Bitcoin Dips to 3-Day Lows as Analysts Eye $83K Liquidity Trap

Despite the dip, Bitcoin remained confined to a relatively tight short-term range between $83,000 and $86,000, according to multiple analysts.

Bitcoin faced renewed price pressure heading into the weekend, briefly dipping below $84,000 before recovering slightly. The price action added a fresh layer of caution for traders navigating the current consolidation phase.

Price Fluctuations Stir Weekend Uncertainty

Data showed Bitcoin falling 1.5% to $83,974 on April 20, marking a three-day low for the digital asset. While weekend trading typically sees lower volatility, this move was enough to reignite discussions around the integrity of near-term support.

“Bitcoin 90k liquidity still calling. BUT, I think the 83k level isn’t safe, those lows from last Sunday and Wednesday are likely to get run first,” said market analyst Mark Cullen, sharing his view on X.

He suggested that price could drop further to sweep out recent lows before regaining momentum, adding: “THEN we wait for the reaction and bullish structure to build back inside the range low.”

Tight Range Dominates Easter Weekend Trade

Despite the dip, Bitcoin remained confined to a relatively tight short-term range between $83,000 and $86,000, according to multiple analysts.
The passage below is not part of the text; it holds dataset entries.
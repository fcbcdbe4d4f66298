"""Shared steps of the end-to-end tests: write an analysis, run it through
the command line or the Python API, and reference integrals by quad."""

from __future__ import annotations

import json
import textwrap
from pathlib import Path

from reference_integrals import expect_over

from doseattr.cli import main


def write_analysis(folder: Path, toml: str, tables: dict[str, str] | None) -> Path:
    """Write ``analysis.toml`` and the tables (dedented) into ``folder``."""
    folder.mkdir(parents=True, exist_ok=True)
    for name, text in (tables or {}).items():
        (folder / name).write_text(textwrap.dedent(text))
    path = folder / "analysis.toml"
    path.write_text(textwrap.dedent(toml))
    return path


def run_cli(folder: Path, toml: str, tables: dict[str, str] | None = None) -> dict:
    """Run ``doseattr run ... --out folder/out --quiet``; return results.json."""
    path = write_analysis(folder, toml, tables)
    out = folder / "out"
    code = main(["run", str(path), "--out", str(out), "--quiet"])
    assert code == 0, f"doseattr run exited {code}"
    return json.loads((out / "results.json").read_text())


def run_api(folder: Path, toml: str, tables: dict[str, str] | None = None) -> dict:
    """The same analysis through the Python API the command line wraps
    (load_analysis -> run_analysis -> to_dict, JSON round trip), without
    rendering figures: test_e2e_determinism.py checks that results.json
    written by ``doseattr run`` equals this dictionary, and this keeps the
    suite's run time down."""
    from doseattr.analysis.config import load_analysis
    from doseattr.analysis.pipeline import run_analysis

    path = write_analysis(folder, toml, tables)
    return json.loads(json.dumps(run_analysis(load_analysis(path)).to_dict()))


def expect_excess(excess, dist, kinks) -> float:
    """E[excess(X)] by scipy.integrate.quad, split at the kinks."""
    return expect_over(excess, dist, kinks, epsrel=1e-12, limit=400)
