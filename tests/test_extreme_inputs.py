"""Extreme but well-formed inputs, from the command line: each either gives
finite results that match an outside reference, or one refusal line that
names the file and the key or row and says what to change (issue 8, item 6).

References: closed forms derived beside each test (gamma moment generating
function, lognormal MLE on the log scale), scipy.special's incomplete gamma
function, scipy.integrate.quad, and hand-computed cumulative exposure. All
inputs are invented.
"""

from __future__ import annotations

import json
import math
import textwrap
from pathlib import Path

import numpy as np
import pytest
from reference_integrals import expect_over, expect_over_log_dose
from scipy import stats
from scipy.special import gammainc, gammaincc

from doseattr.cli import main

B_PER_10 = 1.2  # RR per 10 units of the entered log-linear curves (invented)
B = math.log(B_PER_10) / 10


def run(tmp_path: Path, toml: str, tables: dict[str, str] | None = None,
        raw: bytes | None = None):
    """``doseattr run`` in-process: (exit code, stderr lines, results or None)."""
    for name, text in (tables or {}).items():
        (tmp_path / name).write_text(textwrap.dedent(text))
    path = tmp_path / "analysis.toml"
    path.write_bytes(raw if raw is not None else textwrap.dedent(toml).encode())
    out = tmp_path / "out"
    code = main(["run", str(path), "--out", str(out), "--quiet"])
    return code, out


def outcome(capsys, tmp_path, toml, tables=None, raw=None):
    code, out = run(tmp_path, toml, tables, raw)
    err = capsys.readouterr().err.strip().splitlines()
    results = json.loads((out / "results.json").read_text()) if code == 0 else None
    if code == 2:
        assert not out.exists(), "a refused run wrote its output folder"
    return code, err, results


def refused(capsys, tmp_path, toml, tables=None, *, file: str, where: str, says: str):
    """Exit 2 with exactly one line naming ``file`` and ``where``."""
    code, err, _ = outcome(capsys, tmp_path, toml, tables)
    assert code == 2, err
    assert len(err) == 1, err
    line = err[0]
    assert file in line and where in line and says in line, line
    assert len(line) < 500, line
    return line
Daan Crypto Trades noted the quiet conditions, stating, “Pretty slow market during this long weekend as expected. I think next week will get interesting as the charts are quite compressed. Any decent good/bad headline could spark a pretty large move I think. Even if it’s just from positions getting squeezed.”

He warned traders not to go against sudden sharp moves, especially if triggered by liquidations or sentiment swings. “Generally those moves are not ones you want to be fading when it occurs. $83K-$86K is the range to watch in the short term.”

An accompanying chart showed Bitcoin price movements compared to CME futures, hinting at a potential price “gap” that could act as a short-term price target.

Inverse Head and Shoulders Pattern in Sight?

Another trader, Roman, shared a more optimistic interpretation. He highlighted the possibility of Bitcoin forming an inverse head and shoulders pattern—typically a bullish reversal indicator.

“If volume is decreasing on the way to 76k, I’ll take longs,” Roman said, suggesting he sees a potential buying opportunity if BTC continues falling with weakening volume.

Breakout From Downtrend Maintains Momentum

Meanwhile, Rekt Capital offered a bullish perspective on the bigger picture. After several months of trending lower, Bitcoin appears to have broken out of its long-term downtrend—and held above it.

“Bitcoin hasn’t just broken the Downtrend and successfully retested it as support for the first time since Downtrend formation,” the analyst wrote. “But Bitcoin has also been able to sustainably maintain above the Downtrend for a period of several consecutive days now.”

The confirmation of this breakout has been a key focus for technical analysts, although not all are convinced the trend has definitively shifted.